Of course, there are tensions. There is concern among those who believe that Wikipedia should remain an organized index of sources, a clear, verifiable, and neutral encyclopedic repository. They fear that the introduction of generative models will be in detrimental of accuracy and dilute the project's core mission.

However, Wikipedia is no stranger to automation. For years, it has integrated bots that support specific tasks, such as moderating edits in cases of vandalism, where a rapid response is needed. These automated agents don't replace the community, but they do optimize repetitive processes that previously required human time and effort. Why couldn't it integrate generative AI tools?

Let's consider whether resisting these possibilities could be a missed opportunity. Wouldn't this be a way to bring Wikipedia, not only as a source of information, but as a living and expanding knowledge project, again, to old and new internet audiences?

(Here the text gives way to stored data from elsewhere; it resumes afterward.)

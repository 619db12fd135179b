"""status says how a box is, from the daemon or the record, and puts the worst box first."""

from __future__ import annotations

import json
from pathlib import Path

import numpy as np
import pytest
from click.testing import CliRunner, Result

from monitor.cli.status import STATES, Standing, command, worst_first
from monitor.control import Server
from monitor.core.errors import ConfigError, RecordError
from monitor.record.types import Commit
from tests.record.making import MINUTE, UTC0, exposure_rows, field_rows, fix, raw, writer_of

NOW: dict[str, object] = {
    "utc": "2026-01-01T00:00:00.000Z",
    "last_reading_age_s": 2.0,
    "last_reading_utc": "2026-01-01T00:00:00.000Z",
    "simulated": True,
    "site": {"name": "Harrowgate Mill", "place": "Tern Hollow", "occupancy": "public"},
    "fields": [
        {"averaging_s": 360, "e_low": 1.0, "e_mean": 1.5, "e_high": 2.0, "e_max": 3.0,
         "u_db": 2.5, "k": 1.96, "valid_share": 1.0, "observed_share": 1.0}
    ],
    "exposures": [
        {"set": "icnirp-2020", "population": "general_public", "scope": "local",
         "averaging_s": 360, "ratio_low": 0.1, "ratio_mean": 0.2, "ratio_high": 0.3,
         "u_db": 2.1, "verdict": "conforms"}
    ],
    "alarms": [],
}  # fmt: skip


def _run(*arguments: object) -> Result:
    return CliRunner().invoke(command, [str(a) for a in arguments], catch_exceptions=False)


def _record(path: Path, *, ratio: float = 0.25, empty: bool = False) -> Path:
    writer = writer_of(path)
    boot = writer.begin_boot("b", "series")
    if not empty:
        ends = MINUTE * np.arange(1, 3)
        writer.commit(
            boot,
            Commit(
                raw(0, 100, spacing_s=1), fields=field_rows(ends, np.full(2, 4.0)),
                exposures=exposure_rows(ends, np.full(2, ratio)), clock_fixes=fix().clock_fixes,
            ),
        )  # fmt: skip
    writer.close()
    return path


def _live(path: Path, **changes: object) -> Server:
    return Server(path.with_suffix(".sock"), lambda request: {"now": {**NOW, **changes}})


def test_without_a_daemon_it_says_since_when(tmp_path: Path) -> None:
    path = _record(tmp_path / "mill.db")
    text = _run("--record", path).output
    document = json.loads(_run("--record", path, "--json").output)
    # The hundredth reading came 99 s and a jitter below 0.1 s after 2023-11-14T22:13:20Z.
    assert "no measurement since 2023-11-14T22:14:59.0" in text
    assert "says nothing about the field" in text
    assert "SIMULATED" in text
    said = "exposure ratio 0.25 (between 0.088 and 0.71, by gaps and expanded uncertainty)"
    assert said in text  # 0.125 / 10^(1.5 / 10) and 0.5 * 10^(1.5 / 10)
    assert (document["state"], document["answering"], document["simulated"]) == (
        "stopped", False, True,
    )  # fmt: skip
    assert document["now"]["fields"][0]["e_mean"] == 2.0
    assert document["now"]["exposures"][0]["set"] == "icnirp-2020"
    assert document["now"]["utc"].startswith("2023-11-14T22:15:20")
    assert UTC0 == 1_700_000_000 * 10**9  # 2023-11-14T22:13:20Z


def test_a_record_without_a_window(tmp_path: Path) -> None:
    path = _record(tmp_path / "mill.db", empty=True)
    assert "stopped: no measurement yet" in _run("--record", path).output


def test_the_daemon_is_asked_first(tmp_path: Path) -> None:
    path = _record(tmp_path / "mill.db")
    server = _live(path)
    text = _run("--record", path).output
    document = json.loads(_run("--record", path, "--json").output)
    server.close()
    assert text.startswith("Harrowgate Mill  SIMULATED")
    assert "below each limit that is judged, at the antenna, last reading 2 s ago" in text
    assert "every limit" not in text
    assert text.count("Not judged here: exposures shorter than the averaging time") == 1
    assert "(between 0.061 and 0.49, by gaps and expanded uncertainty), conforms" in text
    assert "E 1.5 V/m, with U 1.1 to 2.0 V/m, largest reading 3.0 V/m, U 2.5 dB" in text
    assert document["now"] == NOW
    assert document["largest_exposure_ratio"] == 0.2


@pytest.mark.parametrize(
    ("changes", "state", "words"),
    [
        ({"last_reading_age_s": None}, "silent", "no reading yet"),
        ({"last_reading_age_s": 95.0}, "silent", "no valid reading since 2026-01-01T00:00:00"),
        ({"exposures": [{"verdict": "exceeds", "ratio_mean": 2.0}]}, "exceeds", "limit is exceed"),
        ({"exposures": [{"verdict": "undecided"}]}, "undecided", "not all can be decided"),
        ({"exposures": []}, "undecided", "not all can be decided"),
        (
            {"alarms": [{"text": "half the limit", "state": "returned_unacknowledged"}]},
            "alarm", "half the limit: was present, gone now, not yet confirmed",
        ),
    ],
)  # fmt: skip
def test_states(tmp_path: Path, changes: dict[str, object], state: str, words: str) -> None:
    path = _record(tmp_path / "mill.db")
    server = _live(path, **changes)
    text = _run("--record", path).output
    document = json.loads(_run("--record", path, "--json").output)
    server.close()
    assert document["state"] == state
    assert words in text
    assert "clear" not in text.lower()
    assert "safe" not in text.lower()


def test_a_folder_worst_first(tmp_path: Path) -> None:
    _record(tmp_path / "stopped.db", ratio=0.3)
    (tmp_path / "roof").mkdir()
    _record(tmp_path / "roof" / "stopped worse.db", ratio=0.7)
    (tmp_path / "torn.db").write_bytes(b"x" * 5000)
    over = _record(tmp_path / "over.db")
    fine = _record(tmp_path / "fine.db")
    servers = [
        _live(over, exposures=[{"verdict": "exceeds", "ratio_mean": 1.2}]), _live(fine),
    ]  # fmt: skip
    lines = _run(tmp_path).output.splitlines()
    boxes = json.loads(_run(tmp_path, "--json").output)["boxes"]
    for server in servers:
        server.close()
    order = [Path(box["record"]).stem for box in boxes]
    assert order == ["over", "torn", "stopped worse", "stopped", "fine"]
    assert [line.split()[0] for line in lines] == [
        "exceeds", "unreadable", "stopped", "stopped", "conforms", "Not",
    ]  # fmt: skip
    assert boxes[1]["simulated"] is None
    assert "is no record" in lines[1]


def _exposure(**changes: object) -> list[dict[str, object]]:
    return [{**NOW["exposures"][0], "verdict": "undecided", **changes}]  # type: ignore[index]


@pytest.mark.parametrize(
    ("changes", "words"),
    [
        (
            {"flags": ["converter clipped"]},
            [
                # 0.1 / 10^(2.1 / 10) and 1 / 10^(2.5 / 20), rounded down
                "ratio at least 0.061 (by gaps and expanded uncertainty; how much more",
                "E at least 0.74 V/m, U is counted in the bound",
            ],
        ),
        (
            {"flags": ["below the detection limit"]},
            ["ratio below 0.30 (by gaps and", "E below 2.0 V/m, U is counted in the bound"],
        ),
        (
            {"exposures": _exposure(ratio_low=27.0, ratio_mean=None, verdict="exceeds")},
            ["ratio at least 16 (", "a limit is exceeded"],
        ),
        (
            {"exposures": _exposure(ratio_low=0.9, ratio_mean=1.1, ratio_high=1.2)},
            ["at or above a limit, cannot be decided", "ratio 1.1 ("],
        ),
    ],
)
def test_bounds_are_said_to_be_bounds(
    tmp_path: Path, changes: dict[str, object], words: list[str]
) -> None:
    path = _record(tmp_path / "mill.db")
    server = _live(path, **changes)
    text = _run("--record", path).output
    server.close()
    assert all(each in text for each in words), text


def test_a_figure_without_a_mean_ranks_by_its_lower_bound(tmp_path: Path) -> None:
    exposures = _exposure(ratio_low=27.0, ratio_mean=None, ratio_high=None, verdict="exceeds")
    path = _record(tmp_path / "mill.db")
    server = _live(path, exposures=exposures)
    line = _run(tmp_path).output.splitlines()[0]
    document = json.loads(_run("--record", path, "--json").output)
    server.close()
    assert "ratio at least 16" in line
    assert document["largest_is"] == "at_least"
    assert document["largest_exposure_ratio"] == pytest.approx(27.0 / 10**0.21)  # U 2.1 dB


def _told(tmp_path: Path, **changes: object) -> str:
    path = _record(tmp_path / "mill.db")
    server = _live(path, **changes)
    text = _run("--record", path).output
    server.close()
    return text


@pytest.mark.parametrize(
    ("device", "flags", "why"),
    [
        ({"connected": True, "text": "board A"}, ["detector voltage outside its valid window"],
         "detector voltage outside its valid window (open or shorted wire?)"),
        ({"connected": False, "text": "port gone"}, [], "the sensor is not connected"),
    ],
)  # fmt: skip
def test_a_silent_box_says_why_and_what_its_device_says(
    tmp_path: Path, device: dict[str, object], flags: list[str], why: str
) -> None:
    silence = {"key": "silence", "text": "no valid reading", "state": "acknowledged"}
    text = _told(tmp_path, last_reading_age_s=1.0, alarms=[silence], device=device, flags=flags)
    assert f"silent: no valid reading since 2026-01-01T00:00:00.000Z: {why}" in text
    state = "connected" if device["connected"] else "not connected"
    assert f"device   {state} ({device['text']})." in text


def test_its_words_are_those_of_the_pages(tmp_path: Path) -> None:
    alarms = [
        {"key": "half | fcc-1.1310 general_public local 360 s", "state": state, "level": 0.5}
        for state in ("unacknowledged", "shelved")
    ]
    exposures = _exposure(set="fcc-1.1310", verdict="conforms")
    text = _told(tmp_path, alarms=alarms, exposures=exposures)
    assert "47 CFR 1.1310, general public, local, 6 min: exposure ratio 0.20" in text
    assert "half: 47 CFR 1.1310, general public, local, 6 min: over, not yet confirmed" in text
    assert "general public, local, 6 min: muted" in text
    for machine in ("fcc-1.1310", "shelved", "acknowledged", "general_public"):
        assert machine not in text


def test_order_of_states() -> None:
    boxes = [Standing(Path(s), s, "", True, False, {}) for s in reversed(STATES)]
    assert [box.state for box in worst_first(boxes)] == list(STATES)


@pytest.mark.parametrize(
    ("arguments", "error", "message"),
    [
        (["{}/gone"], ConfigError, "no such folder"),
        (["{}"], ConfigError, "no record"),
        (["{}", "--record", "x.db"], ConfigError, "not several"),
        (["--record", "{}/gone.db"], RecordError, "no such record"),
        (["--site", "{}/gone.toml"], ConfigError, "gone.toml"),
    ],
)
def test_wrong_input_is_one_line(
    tmp_path: Path, arguments: list[str], error: type[Exception], message: str
) -> None:
    with pytest.raises(error, match=message) as caught:
        _run(*[a.format(tmp_path) for a in arguments])
    assert "\n" not in str(caught.value)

The conversation isn't simple. Like any innovation process, it's influenced by ethical, technical, and political decisions. However, if Wikipedia has demonstrated anything in its more than two decades of existence, it's that collective knowledge is not a utopia, but rather a possibility built day by day by committed communities. Perhaps, with the careful integration of artificial intelligence, this experience can become even more accessible, without losing its essence. AI at the service of human knowledge—and not the other way around—could make a substantial difference compared to the indiscriminate use of generative models, by giving more room to collaboration not only between humans, but also between humans and machines.